▶ _Information_:
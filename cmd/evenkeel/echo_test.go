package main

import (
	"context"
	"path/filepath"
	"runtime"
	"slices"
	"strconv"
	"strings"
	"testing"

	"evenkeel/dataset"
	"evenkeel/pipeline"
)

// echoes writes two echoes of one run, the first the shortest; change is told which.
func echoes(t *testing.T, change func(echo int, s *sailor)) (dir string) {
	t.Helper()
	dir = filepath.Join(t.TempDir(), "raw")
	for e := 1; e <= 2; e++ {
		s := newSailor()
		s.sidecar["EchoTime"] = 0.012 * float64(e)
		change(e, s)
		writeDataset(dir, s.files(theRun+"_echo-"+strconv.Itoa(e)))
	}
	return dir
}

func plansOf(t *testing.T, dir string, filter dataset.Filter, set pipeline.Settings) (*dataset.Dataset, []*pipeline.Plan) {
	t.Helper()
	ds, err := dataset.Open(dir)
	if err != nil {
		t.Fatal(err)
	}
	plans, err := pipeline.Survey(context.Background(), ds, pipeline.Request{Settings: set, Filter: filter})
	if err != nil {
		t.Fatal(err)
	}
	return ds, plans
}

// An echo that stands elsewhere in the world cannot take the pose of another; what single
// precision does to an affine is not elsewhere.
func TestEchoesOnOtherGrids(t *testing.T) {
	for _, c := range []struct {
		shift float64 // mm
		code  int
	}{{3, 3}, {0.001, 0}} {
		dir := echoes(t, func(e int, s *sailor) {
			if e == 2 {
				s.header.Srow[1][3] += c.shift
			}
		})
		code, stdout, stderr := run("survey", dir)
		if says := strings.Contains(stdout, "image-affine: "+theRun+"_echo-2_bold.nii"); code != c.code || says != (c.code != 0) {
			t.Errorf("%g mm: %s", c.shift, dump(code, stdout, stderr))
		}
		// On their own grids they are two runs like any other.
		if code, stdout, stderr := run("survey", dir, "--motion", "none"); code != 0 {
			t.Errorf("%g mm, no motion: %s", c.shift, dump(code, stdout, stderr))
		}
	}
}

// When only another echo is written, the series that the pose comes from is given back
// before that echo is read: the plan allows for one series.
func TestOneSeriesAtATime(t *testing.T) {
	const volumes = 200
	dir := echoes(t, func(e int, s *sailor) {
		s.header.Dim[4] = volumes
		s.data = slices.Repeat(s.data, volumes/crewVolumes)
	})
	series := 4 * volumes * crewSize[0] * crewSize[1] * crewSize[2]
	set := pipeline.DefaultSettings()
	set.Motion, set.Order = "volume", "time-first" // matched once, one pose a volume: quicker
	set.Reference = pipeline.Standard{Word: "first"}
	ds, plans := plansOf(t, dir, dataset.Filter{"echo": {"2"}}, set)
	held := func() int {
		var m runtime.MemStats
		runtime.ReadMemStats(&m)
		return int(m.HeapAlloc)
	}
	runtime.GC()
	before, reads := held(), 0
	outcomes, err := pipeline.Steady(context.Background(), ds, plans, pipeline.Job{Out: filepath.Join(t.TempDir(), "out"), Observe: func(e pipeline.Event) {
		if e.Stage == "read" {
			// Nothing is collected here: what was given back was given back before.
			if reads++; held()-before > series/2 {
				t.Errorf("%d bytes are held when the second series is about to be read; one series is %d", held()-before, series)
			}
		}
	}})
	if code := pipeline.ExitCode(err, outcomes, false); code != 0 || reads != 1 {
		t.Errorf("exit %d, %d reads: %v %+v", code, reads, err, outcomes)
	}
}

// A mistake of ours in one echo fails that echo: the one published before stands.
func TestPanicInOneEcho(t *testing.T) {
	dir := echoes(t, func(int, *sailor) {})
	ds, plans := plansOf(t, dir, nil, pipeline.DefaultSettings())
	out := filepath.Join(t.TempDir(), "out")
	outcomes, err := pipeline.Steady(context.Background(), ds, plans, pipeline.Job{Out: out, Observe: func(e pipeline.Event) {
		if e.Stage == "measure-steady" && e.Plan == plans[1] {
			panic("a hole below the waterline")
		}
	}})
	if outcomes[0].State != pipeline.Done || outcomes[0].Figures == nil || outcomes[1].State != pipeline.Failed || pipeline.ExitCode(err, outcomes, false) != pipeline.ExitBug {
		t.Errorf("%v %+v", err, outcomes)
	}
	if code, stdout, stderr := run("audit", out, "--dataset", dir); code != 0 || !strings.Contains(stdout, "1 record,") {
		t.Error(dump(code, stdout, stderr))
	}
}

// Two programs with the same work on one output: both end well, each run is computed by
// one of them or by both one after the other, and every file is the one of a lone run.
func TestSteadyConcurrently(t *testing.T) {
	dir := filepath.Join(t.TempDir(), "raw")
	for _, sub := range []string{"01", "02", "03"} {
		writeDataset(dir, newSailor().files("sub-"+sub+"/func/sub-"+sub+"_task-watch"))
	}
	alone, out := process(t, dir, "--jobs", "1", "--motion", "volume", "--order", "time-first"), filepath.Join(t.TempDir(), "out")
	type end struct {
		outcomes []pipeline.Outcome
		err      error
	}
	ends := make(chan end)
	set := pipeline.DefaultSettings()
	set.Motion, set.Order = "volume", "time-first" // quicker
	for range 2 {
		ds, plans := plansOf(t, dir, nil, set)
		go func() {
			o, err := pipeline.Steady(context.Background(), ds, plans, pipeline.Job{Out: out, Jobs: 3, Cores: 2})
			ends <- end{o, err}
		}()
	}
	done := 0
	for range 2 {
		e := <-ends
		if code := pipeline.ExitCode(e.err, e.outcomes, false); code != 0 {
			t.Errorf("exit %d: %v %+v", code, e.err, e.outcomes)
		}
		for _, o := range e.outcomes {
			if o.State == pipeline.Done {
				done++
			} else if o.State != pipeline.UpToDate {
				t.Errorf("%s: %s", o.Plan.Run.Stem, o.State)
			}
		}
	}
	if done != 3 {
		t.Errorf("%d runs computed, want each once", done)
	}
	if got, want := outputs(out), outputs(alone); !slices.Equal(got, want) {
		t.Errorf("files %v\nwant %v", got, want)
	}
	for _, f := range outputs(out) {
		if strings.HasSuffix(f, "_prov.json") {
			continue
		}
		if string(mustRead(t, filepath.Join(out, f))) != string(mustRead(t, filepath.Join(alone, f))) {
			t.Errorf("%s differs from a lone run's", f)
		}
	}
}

▶ _What you will do_: Every line that contains "TempDir" should be copied out of the data.

▶ _Solution to this task_:
	dir = filepath.Join(t.TempDir(), "raw")
	outcomes, err := pipeline.Steady(context.Background(), ds, plans, pipeline.Job{Out: filepath.Join(t.TempDir(), "out"), Observe: func(e pipeline.Event) {
	out := filepath.Join(t.TempDir(), "out")
	dir := filepath.Join(t.TempDir(), "raw")
	alone, out := process(t, dir, "--jobs", "1", "--motion", "volume", "--order", "time-first"), filepath.Join(t.TempDir(), "out")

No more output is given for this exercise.